In addition to this 2 plasmids 2 hosts model about host range, I will present some results from a 1 plasmid in a more complex environment model – the activated sludge stage of a wastewater treatment plant where plasmids are continuously entering the system with the sewage, hosted by Enteric bacteria, and the residence time of bacteria exceeds the residence time of the solutes. I will show the effects of non-hosts, selection by an antimicrobial, transfer to the indigenous activated sludge bacteria and boost of transfer rate in transconjugants versus donors.
14:30 - 15:00 Kiran Patil - EMBL.
Uncovering metabolic and drug interaction landscape of the human gut microbiome.
The composition of the human gut microbiota is closely connected with both health and disease. It is influenced by several host factors including the immune system and life style, as well as by metabolic cross-feeding among different bacterial species. Furthermore, recent studies suggest that human targeted drugs can also influence the microbiome composition and the microbial community can in turn affect the drug availability and efficacy. Yet, the inter-species and drug-bacteria interactions remain largely unknown. I will present the results from a large collaborative project at EMBL-Heidelberg aimed at systematic characterization of inter-species and drug-bacteria interactions. Our results chart the hitherto unknown metabolic and xenobiotic interaction landscape of the gut microbiome and have implications for targeted microbiome modulation, drug design and personalized medicine.
15:00 - 15:30 Orkun Soyer - University of Warwick.
Understanding/engineering cell and community metabolism
The vision of synthetic biology to engineer biology using predictive models and high-throughput approaches. While this vision statement is very broad, synthetic biology efforts to date mostly focus on genetic circuit design in model organisms. I will present a different approach, where we combine engineering and natural principles towards creating multi-species microbial ecosystems. These so-called synthetic microbial communities can allow harvesting the full functional potential of the microbial world, leading to novel applications such as artificial gut, synthetic soil, waste-to-value conversion, and ecosystem functions in space missions. They can also act as model systems for understanding microbial interactions and ecology.
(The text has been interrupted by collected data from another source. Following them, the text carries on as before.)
import { describe, expect, it } from 'vitest'
import { approxEqual } from '../../../src/engine/numeric.js'
import { sseSeasonalMul } from '../../../src/engine/smoothing/kernels.js'
import { multiplicativeStates, multiplicativeWorkspace } from '../../../src/engine/smoothing/multiplicative-states.js'
import { runHoltWinters } from '../../../src/engine/smoothing/index.js'
import { smoothingFixture } from './fixture.js'

/** Runs `steps` Gauss-Newton steps from [level, trend, ...seasonal]; returns the error sum and the states. */
function refine(y: number[], p: { alpha: number; beta: number; gamma: number; phi: number }, start: number[], steps: number, hasTrend = true) {
  const out = Float64Array.from(start)
  const work = new Float64Array(multiplicativeWorkspace(start.length - 2))
  const sse = multiplicativeStates(Float64Array.from(y), p.alpha, p.beta, p.gamma, p.phi, hasTrend, steps, work, out)
  return { sse, level: out[0]!, trend: out[1]!, seasonal: Array.from(out.subarray(2)) }
}

const params = { alpha: 0.3, beta: 0.2, gamma: 0.1, phi: 1 }
const truth = { level: 80, trend: 1.2, seasonal: [1.25, 0.9, 0.7, 1.15] } // mean one

/** A noise-free path of the multiplicative recursion from `truth`. */
function path(n: number): number[] {
  const y: number[] = []
  let l = truth.level
  const b = truth.trend
  for (let t = 0; t < n; t++) {
    l += b
    y.push(l * truth.seasonal[t % 4]!)
  }
  return y
}

describe('multiplicativeStates', () => {
  it('leaves the states untouched when the start has no finite error sum', () => {
    const start = [-5, 0, 1, 1, 1, 1] // negative base
    const r = refine(path(16), params, start, 3)
    expect(r.sse).toBe(Infinity)
    expect([r.level, r.trend, ...r.seasonal]).toEqual(start)
  })

  // Hand-checkable: a noise-free path is matched with zero error by its own states, and
  // Gauss-Newton converges to them from a start off by a few percent.
  it('recovers the states of a noise-free multiplicative Holt-Winters path', () => {
    const y = path(24)
    const r = refine(y, params, [76, 0.8, 1.2, 0.95, 0.72, 1.13], 8)
    expect(approxEqual(r.level, truth.level, 1e-6)).toBe(true)
    expect(approxEqual(r.trend, truth.trend, 1e-5)).toBe(true)
    r.seasonal.forEach((v, j) => expect(approxEqual(v, truth.seasonal[j]!, 1e-6)).toBe(true))
    const run = runHoltWinters(y, { ...params, seasonLength: 4, seasonal: 'mul', initial: { level: r.level, trend: r.trend, seasonal: r.seasonal } })
    expect(run.sse).toBeLessThan(1e-6)
    expect(Math.abs(r.seasonal.reduce((a, b) => a + b, 0) - 4)).toBeLessThan(1e-12) // mean one kept
  })

  it('keeps the trend at zero for a model without trend', () => {
    const y = Array.from({ length: 16 }, (_, t) => 50 * truth.seasonal[t % 4]! * (1 + 0.02 * Math.sin(t)))
    const r = refine(y, { ...params, beta: 0 }, [45, 0, 1.1, 0.95, 0.8, 1.15], 3, false)
    expect(r.trend).toBe(0)
    expect(Number.isFinite(r.sse)).toBe(true)
  })

  // On real data (R `datasets` via the statsmodels 0.13.5 fixture, with its parameters and
  // start) a step is taken only when it lowers the error sum, so it never does worse.
  it('never does worse than the given states on fixture series', () => {
    const cases = smoothingFixture.recursions.filter((r) => r.seasonal === 'mul')
    expect(cases.length).toBeGreaterThan(0)
    for (const c of cases) {
      const y = Float64Array.from(c.series)
      const p = { alpha: c.alpha, beta: c.beta ?? 0, gamma: c.gamma!, phi: c.phi ?? 1 }
      // The fixture's seasonal start need not average one: rescale it into our convention.
      const mean = c.initial.seasonal!.reduce((a, b) => a + b, 0) / c.seasonLength!
      const level = c.initial.level * mean
      const trend = c.initial.trend! * mean
      const seasonal = c.initial.seasonal!.map((v) => v / mean)
      const scratch = new Float64Array(c.seasonLength!)
      const before = sseSeasonalMul(y, p.alpha, p.beta, p.gamma, p.phi, level, trend, Float64Array.from(seasonal), scratch)
      const r = refine(c.series, p, [level, trend, ...seasonal], 2)
      const after = sseSeasonalMul(y, p.alpha, p.beta, p.gamma, p.phi, r.level, r.trend, Float64Array.from(r.seasonal), scratch)
      expect(approxEqual(after, r.sse, 1e-9)).toBe(true)
      expect(after).toBeLessThanOrEqual(before)
    }
  })
})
To successfully design synthetic microbial communities composed of multiple microbial species that are biochemically and industrially relevant, we first need to establish the design principles governing microbial interactions and develop the experimental tools for their characterisation and manipulation. Here, I will describe our ongoing efforts in discovering the reasons for metabolic interactions among microbes. I will argue that these metabolic interactions can be understood as an emergent property of the biochemical environment and associated thermodynamics within a multi-species system. Particularly, results from our recent research has shown that the thermodynamic basis of microbial growth can lead to co-existence, even under conditions that are kinetically predicted to lead to competition-driven exclusion. This thermodynamic inhibition can have significant consequences for the engineering of multi-species system.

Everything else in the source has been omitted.